Moreover, a single line can also contain curly brackets multiple times. Example:
{a.b, c.d, e.f}@uni.somewhere, {x.y, z.k}@edu.com
results in:
a.b@uni.somewhere
c.d@uni.somewhere
e.f@uni.somewhere
x.y@edu.com
z.k@edu.com
Any suggestion on how I can parse this format to extract all email addresses? I'm trying with regexes but I'm currently struggling.
Pyparsing is a PEG parser that gives you an embedded DSL to build up parsers that can read through expressions like this, with resulting code that is more readable (and maintainable) than regular expressions, and flexible enough to add afterthoughts (wait, some parts of the email can be in quotes?).
pyparsing uses '+' and '|' operators to build up your parser from smaller bits. It also supports named fields (similar to regex named groups) and parse-time callbacks.

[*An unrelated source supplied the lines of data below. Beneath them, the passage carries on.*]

"""Two stations' files sending under one station name to one server: the second is refused, its
runs wait in its own file, and the first's relay wear and runs on the server are left as they
were; a replaced file takes its name over only when asked (``rig sync --take-over-name``).  Real
SQLite files, the suite's real PostgreSQL server; every check reads the server directly."""

from __future__ import annotations

import json
from collections.abc import Iterator
from contextlib import ExitStack
from pathlib import Path

import psycopg
import pytest
from bench_helpers import shipped_bench

from rig.cli import main
from rig.config.station import Station
from rig.station_names import NameTaken
from rig.store import ResultStore, RunHeader
from rig.store_postgres import open_postgres
from rig.store_sync import pending_runs, send_run, sync


def station_file(folder: Path, name: str, serial: str, relays: dict[int, int]) -> ResultStore:
    """A station's own file (real SQLite) holding one finished run under ``name``, whose relay
    operations are the station's lifetime counts."""
    store = ResultStore(folder / "results.sqlite")
    add_run(store, name, serial, relays)
    return store


def add_run(store: ResultStore, name: str, serial: str, relays: dict[int, int]) -> None:
    header = RunHeader(serial, "sender-check", "h", "/p", name, "op")
    run_id = store.start_run(header)
    store.finish_run(run_id, status="complete", verdict="pass", relay_operations=relays)


def server_wear(url: str, name: str) -> dict[int, int]:
    with psycopg.connect(url) as conn:
        rows = conn.execute(
            "SELECT relay, operations FROM relay_wear WHERE station = %s", (name,)
        ).fetchall()
    return {int(r[0]): int(r[1]) for r in rows}


def server_serials(url: str, name: str) -> list[str]:
    with psycopg.connect(url) as conn:
        rows = conn.execute(
            "SELECT serial FROM runs WHERE station = %s ORDER BY serial", (name,)
        ).fetchall()
    return [str(r[0]) for r in rows]


@pytest.mark.postgres
def test_a_second_file_under_a_claimed_name_is_refused_and_a_replaced_file_takes_it_over(
    tmp_path: Path, pg_database: str
) -> None:
    with ExitStack() as stack:
        remote = open_postgres(pg_database)
        stack.callback(remote.close)

        def station(folder: str, name: str, serial: str, relays: dict[int, int]) -> ResultStore:
            store = station_file(tmp_path / folder, name, serial, relays)
            stack.callback(store.close)
            return store

        first = station("b1", "qa-b1", "SN-1", {1: 20, 2: 8})
        assert sync(first, remote).sent == 1
        assert server_wear(pg_database, "qa-b1") == {1: 20, 2: 8}

        second = station("dup", "qa-b1", "SN-DUP", {1: 2})
        refused = sync(second, remote)
        assert (refused.sent, refused.waiting, refused.problem) == (0, 1, "")
        held = refused.held
        assert "1 run(s) recorded under the station name 'qa-b1' wait" in held
        assert f"another station's file (store id starts {first.store_uid()[:8]})" in held
        assert "give this station its own name in its station file" in held
        assert "--take-over-name" in held
        # the refusal itself says the fact in the same words, the ways out left to the pass
        with pytest.raises(NameTaken) as taken_name:
            send_run(second, remote, pending_runs(second, None)[0][0], second.store_uid())
        assert str(taken_name.value) == (
            f"another station's file (store id starts {first.store_uid()[:8]}) sends under the "
            f"station name 'qa-b1' to the results server {remote.where}: this station's runs "
            "under that name wait in its own file"
        )
        # the first bench's wear and runs as they were; the second's run waits in its file
        assert server_wear(pg_database, "qa-b1") == {1: 20, 2: 8}
        assert server_serials(pg_database, "qa-b1") == ["SN-1"]
        assert len(pending_runs(second, remote.store_uid())) == 1
        add_run(first, "qa-b1", "SN-2", {1: 1})  # the owner goes on sending as before
        assert sync(first, remote).sent == 1
        assert server_wear(pg_database, "qa-b1") == {1: 21, 2: 8}

        fresh = sync(station("b3", "qa-b3", "SN-3", {4: 5}), remote)
        assert (fresh.sent, fresh.waiting, fresh.problem) == (1, 0, "")
        assert server_wear(pg_database, "qa-b3") == {4: 5}

        replaced = station("new-disk", "qa-b1", "SN-4", {1: 3})
        taken = sync(replaced, remote, take_over_name="qa-b1")
        assert (taken.sent, taken.waiting, taken.problem) == (1, 0, "")
        assert first.store_uid()[:8] in taken.took_over
        assert server_wear(pg_database, "qa-b1") == {1: 3, 2: 8}  # the new file's counts
        assert server_serials(pg_database, "qa-b1") == ["SN-1", "SN-2", "SN-4"]
        add_run(first, "qa-b1", "SN-5", {1: 1})
        assert "'qa-b1' wait" in sync(first, remote).held  # the old file no longer holds it
        assert server_serials(pg_database, "qa-b1") == ["SN-1", "SN-2", "SN-4"]


def claim_name(folder: Path, name: str, url: str) -> None:
    """Another bench's file sends a run under ``name`` (relay 1 at 28), claiming it."""
    other = station_file(folder, name, "SN-OTHER", {1: 28})
    remote = open_postgres(url)
    try:
        assert sync(other, remote).sent == 1
    finally:
        remote.close()
        other.close()


@pytest.fixture
def bench_station(
    tmp_path: Path, pg_database: str, monkeypatch: pytest.MonkeyPatch
) -> Iterator[Station]:
    monkeypatch.setenv("RIG_DATABASE_URL", pg_database)
    with shipped_bench("temp-circuit", folder=tmp_path) as (_, station):
        yield station


@pytest.mark.postgres
def test_rig_sync_exits_3_on_a_claimed_name_and_takes_it_over_when_asked(
    tmp_path: Path, pg_database: str, bench_station: Station, capsys: pytest.CaptureFixture[str]
) -> None:
    name = bench_station.name
    claim_name(tmp_path / "other", name, pg_database)
    bench_station.store_path.parent.mkdir(parents=True, exist_ok=True)
    own = station_file(bench_station.store_path.parent, name, "SN-OWN", {1: 2})
    own.close()

    args = ["sync", "--station", str(bench_station.path)]
    assert main(args) == 3  # as for a server it cannot use
    err = capsys.readouterr().err
    assert "1 run(s) recorded under the station name" in err
    assert "give this station its own name" in err
    assert "Traceback" not in err
    assert server_wear(pg_database, name) == {1: 28}

    assert main([*args, "--take-over-name", "--json"]) == 0
    summary = json.loads(capsys.readouterr().out)
    assert summary["sent"] == 1 and summary["waiting"] == 0 and summary["problem"] is None
    assert "taken over" in summary["took_over"]
    assert server_wear(pg_database, name) == {1: 2}
    assert server_serials(pg_database, name) == ["SN-OTHER", "SN-OWN"]


@pytest.mark.postgres
def test_a_renamed_station_sends_its_new_runs_and_says_each_time_which_wait(
    tmp_path: Path, pg_database: str
) -> None:
    """Runs under a name another file holds wait; they neither hold back the runs recorded
    under the station's new name nor its relay wear under it, and every send says they wait."""
    with ExitStack() as stack:
        remote = open_postgres(pg_database)
        stack.callback(remote.close)
        owner = station_file(tmp_path / "owner", "qa-b1", "SN-1", {1: 20})
        stack.callback(owner.close)
        assert sync(owner, remote).sent == 1
        second = station_file(tmp_path / "second", "qa-b1", "SN-2", {1: 3})
        stack.callback(second.close)
        assert sync(second, remote).sent == 0

        add_run(second, "qa-b2", "SN-3", {1: 4})  # the station given its own name
        for _ in range(2):  # said at each send, not once
            report = sync(second, remote)
            assert (report.waiting, report.problem) == (1, "")
            assert report.held.startswith("1 run(s) recorded under the station name 'qa-b1' wait")
            assert owner.store_uid()[:8] in report.held and "--take-over-name" in report.held
            assert "qa-b1' wait" in report.describe()
        assert report.sent == 0  # the first pass sent SN-3
        assert server_serials(pg_database, "qa-b2") == ["SN-3"]
        assert server_wear(pg_database, "qa-b2") == {1: 4}
        assert server_wear(pg_database, "qa-b1") == {1: 20}  # the owner's, untouched


@pytest.mark.postgres
def test_rig_run_ends_saying_which_runs_wait_under_a_name_another_file_holds(
    tmp_path: Path, pg_database: str, bench_station: Station, capsys: pytest.CaptureFixture[str]
) -> None:
    from bench_helpers import SEQUENCES

    claim_name(tmp_path / "other", "qa-b1", pg_database)
    bench_station.store_path.parent.mkdir(parents=True, exist_ok=True)
    station_file(bench_station.store_path.parent, "qa-b1", "SN-OLD", {1: 2}).close()

    sequence = SEQUENCES / "temp-circuit-check.toml"
    args = ["run", str(sequence), "--station", str(bench_station.path), "--serial", "SN-NEW"]
    main(args)
    said = capsys.readouterr()
    text = said.out + said.err
    assert "1 run(s) sent to the results server" in text  # the run itself, under its own name
    assert "1 run(s) recorded under the station name 'qa-b1' wait" in text
    assert "--take-over-name" in text and "Traceback" not in text
    assert server_serials(pg_database, bench_station.name) == ["SN-NEW"]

See how this all rolls together below:
import pyparsing as pp
LBRACE, RBRACE = map(pp.Suppress, "{}")
email_part = pp.quotedString | pp.Word(pp.printables, excludeChars=',{}@')
# define a compressed email, and assign names to the separate parts
# for easier processing - luckily the default delimitedList delimiter is ','
compressed_email = (LBRACE
+ pp.Group(pp.delimitedList(email_part))('names')
+ RBRACE
+ '@'
+ email_part('trailing'))
# add a parse-time callback to expand the compressed emails into a list
# of constructed emails - note how the names are used
def expand_compressed_email(t):
return ["{}@{}".format(name, t.trailing) for name in t.names]

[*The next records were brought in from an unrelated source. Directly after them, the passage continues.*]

"""Giving a unit's own circuit a reference so it can be solved on its own, as the bench does."""

from __future__ import annotations

from rig.circuit import GROUND, Circuit, Kind
from rig.config.fixture import load_fixture
from rig.config.unit_file import UnitModel


def ground_like_the_bench(unit: UnitModel, c: Circuit) -> Circuit:
    """Tie the fixture's bench-ground pin to node 0 (as the virtual bench does) and give every
    island still floating a 0 V reference at one of its nodes; changes ``c`` in place."""
    fixture = load_fixture(unit.fixture_path)
    for pin in fixture.pins.values():
        if pin.bench_ground and pin.name in c.nodes:
            c.vsource("test:bench-ground", pin.name, GROUND, 0.0)
    parent: dict[str, str] = {}

    def root(node: str) -> str:
        parent.setdefault(node, node)
        while parent[node] != node:
            node = parent[node]
        return node

    for element in c.elements.values():
        if element.kind is not Kind.ISOURCE:
            parent[root(element.nodes[0])] = root(element.nodes[1])
    islands: dict[str, str] = {}
    for node in c.nodes:
        if root(node) != root(GROUND):
            islands.setdefault(root(node), node)
    for number, node in enumerate(islands.values()):
        c.vsource(f"test:island-ref:{number}", node, GROUND, 0.0)
    return c
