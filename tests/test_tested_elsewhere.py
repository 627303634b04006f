"""A unit tested first at another bench is said before its run at this one: ``rig run`` asks the
results server, on the connection the send before the run opens, for the unit's runs of the
sequence that other stations made, and names the station.  With the server out of reach it says
what the station's own file says, and the run waits on the network no longer than before.  Two
real stations on virtual benches and the suite's real PostgreSQL server; serials invented.
A retest is normal and is not refused (common practice, no published source)."""

from __future__ import annotations

import socket
import subprocess
import threading
from collections.abc import Iterator
from contextlib import contextmanager
from pathlib import Path

import psycopg
import pytest
from bench_helpers import SEQUENCES
from postgres_server import Cluster
from test_fleet_diagnosis import two_benches
from test_store_sync import rig_cli

from rig.config.station import Station
from rig.runner import load_plan, run_plan

pytestmark = pytest.mark.postgres
SEQUENCE = SEQUENCES / "temp-circuit-check.toml"


def run_at(station: Station, serial: str, env: dict[str, str]) -> str:
    done: subprocess.CompletedProcess[str] = rig_cli(
        ["run", str(SEQUENCE), "--station", str(station.path), "--serial", serial], env
    )
    assert done.returncode == 0, done.stderr  # said, never refused
    return done.stdout


@contextmanager
def mute_server() -> Iterator[tuple[int, list[socket.socket]]]:
    """A port that takes connections and never answers (a server that hangs), and the
    connections it took."""
    listener = socket.create_server(("127.0.0.1", 0))
    taken: list[socket.socket] = []

    def take() -> None:
        while True:
            try:
                taken.append(listener.accept()[0])
            except OSError:
                return

    threading.Thread(target=take, daemon=True).start()
    try:
        yield listener.getsockname()[1], taken
    finally:
        listener.close()
        for conn in taken:
            conn.close()


def test_a_unit_tested_at_another_station_is_said_with_that_station(
    tmp_path: Path, pg_cluster: Cluster, pg_database: str
) -> None:
    with two_benches(tmp_path, pg_cluster, pg_database) as (qa1, qa2, env):
        plan = load_plan(SEQUENCE, qa1)
        for _ in range(2):
            run_plan(plan, "U-7")  # each sent to the server after its run
        with psycopg.connect(pg_database) as conn:
            latest = conn.execute("SELECT run_uid FROM runs ORDER BY id DESC LIMIT 1").fetchone()
        assert latest is not None
        uid = str(latest[0])
        first = run_at(qa2, "U-7", env)
        second = run_at(qa2, "U-7", env)
        never = run_at(qa2, "N-1", env)
        with mute_server() as (port, taken):
            mute = f"postgresql://nobody@127.0.0.1:{port}/x?connect_timeout=1&sslmode=disable"
            cut_off = run_at(qa2, "U-7", {**env, "RIG_DATABASE_URL": mute})
            tries = len(taken)
    elsewhere = (
        f"note: U-7 has 2 earlier runs of temp-circuit-check at station qa1; the latest: "
        f"station qa1, record {uid[:12]}, pass (complete), started "
    )
    # the first time at qa2: qa1's runs are said, before the run starts
    assert elsewhere in first and "on this station" not in first
    assert first.index(elsewhere) < first.index("record: run 1")
    # a retest at qa2: its own run from its own file, and qa1's (not qa2's own, sent since)
    assert "note: U-7 has an earlier run of temp-circuit-check on this station" in second
    assert elsewhere in second
    assert "note:" not in never
    # the server hangs: what the station's own file says, nothing more, and no connection
    # beyond the one the send before the run made (the send after is not tried either)
    assert "on this station" in cut_off and "at station qa1" not in cut_off
    assert tries == 1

compressed_email.addParseAction(expand_compressed_email)
# some lists will just contain plain old uncompressed emails too
# Combine will merge the separate tokens into a single string
plain_email = pp.Combine(email_part + '@' + email_part)

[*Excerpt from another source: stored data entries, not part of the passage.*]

"""rig check shows a supply-current step's U and TUR from the supply's readback accuracy, as the
run computes them (``rig.step_judging.supply_current_u``)."""

from __future__ import annotations

import math
from pathlib import Path

import pytest
from offline_station import offline_demo_station

from rig.cli import main

SEQUENCE = """
[sequence]
name = "draw-only"
[[steps]]
id = "quiescent"
kind = "supply-current"
supply = { pos = "P_5V", neg = "P_GND", voltage = "5 V", limit = "30 mA" }
low = "3 mA"
high = "10 mA"
"""


def _row(out: str, step_id: str) -> list[str]:
    return next(line.split() for line in out.splitlines() if line.startswith(step_id + " "))


def test_check_shows_u_and_tur_of_a_supply_current_step(
    tmp_path: Path, capsys: pytest.CaptureFixture[str]
) -> None:
    station = offline_demo_station("readback", tmp_path)
    seq = tmp_path / "draw.toml"
    seq.write_text(SEQUENCE, encoding="utf-8")
    assert main(["check", str(seq), "--station", str(station.path)]) == 0
    row = _row(capsys.readouterr().out, "quiescent")
    # The station's [supply.accuracy.current] is range 1 A, 0.1 % of reading + 0.05 % of range
    # (the virtual bench's template, invented figures).  At the upper limit, 10 mA, the bound is
    # a = 0.1 % x 10 mA + 0.05 % x 1 A = 510 uA; u = a / sqrt(3) (rectangular, GUM 4.3.7);
    # U = 2u = 588.9 uA (k = 2, GUM 6.2); TUR = (10 - 3) mA / 2U = 5.94 (tolerance span over
    # twice U, common practice in calibration).  Recomputed by hand.
    expanded = 2 * (0.001 * 0.010 + 0.0005 * 1.0) / math.sqrt(3)
    assert f"{expanded * 1e6:.1f}" == "588.9"
    assert row[-5:] == ["1", "A", "588.9", "uA", "5.9:1"]  # range, U (k=2), TUR


def test_check_shows_no_u_where_the_station_states_no_readback_accuracy(
    tmp_path: Path, capsys: pytest.CaptureFixture[str]
) -> None:
    station = offline_demo_station("readback", tmp_path)
    text = station.path.read_text(encoding="utf-8")
    start = text.index("[supply.accuracy.current]")
    end = text.index("\n\n", start)
    station.path.write_text(text[:start] + text[end:], encoding="utf-8")
    seq = tmp_path / "draw.toml"
    seq.write_text(SEQUENCE, encoding="utf-8")
    assert main(["check", str(seq), "--station", str(station.path)]) == 0
    row = _row(capsys.readouterr().out, "quiescent")
    assert row[-3:] == ["-", "-", "-"]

# the complete list parser looks for a comma-delimited list of compressed
# or plain emails
email_list_parser = pp.delimitedList(compressed_email | plain_email)
pyparsing parsers come with a runTests
method to test your parser against various test strings:
tests = """\
# original test string
{a.b, c.d, e.f}@uni.somewhere, {x.y, z.k}@edu.com
# a tricky email containing a quoted string
{x.y, z.k}@edu.com, "{a, b}"@domain.com
# just a plain email
plain_old_bob@uni.elsewhere
# mixed list of plain and compressed emails
{a.b, c.d, e.f}@uni.somewhere, {x.y, z.k}@edu.com, plain_old_bob@uni.elsewhere
"""
email_list_parser.runTests(tests)
Prints:
# original test string
{a.b, c.d, e.f}@uni.somewhere, {x.y, z.k}@edu.com
['a.b@uni.somewhere', 'c.d@uni.somewhere', 'e.f@uni.somewhere', 'x.y@edu.com', 'z.k@edu.com']
# a tricky email containing a quoted string
{x.y, z.k}@edu.com, "{a, b}"@domain.com
['x.y@edu.com', 'z.k@edu.com', '"{a, b}"@domain.com']
# just a plain email
plain_old_bob@uni.elsewhere
['plain_old_bob@uni.elsewhere']
# mixed list of plain and compressed emails
{a.b, c.d, e.f}@uni.somewhere, {x.y, z.k}@edu.com, plain_old_bob@uni.elsewhere
['a.b@uni.somewhere', 'c.d@uni.somewhere', 'e.f@uni.somewhere', 'x.y@edu.com', 'z.k@edu.com', 'plain_old_bob@uni.elsewhere']
DISCLOSURE: I am the author of pyparsing.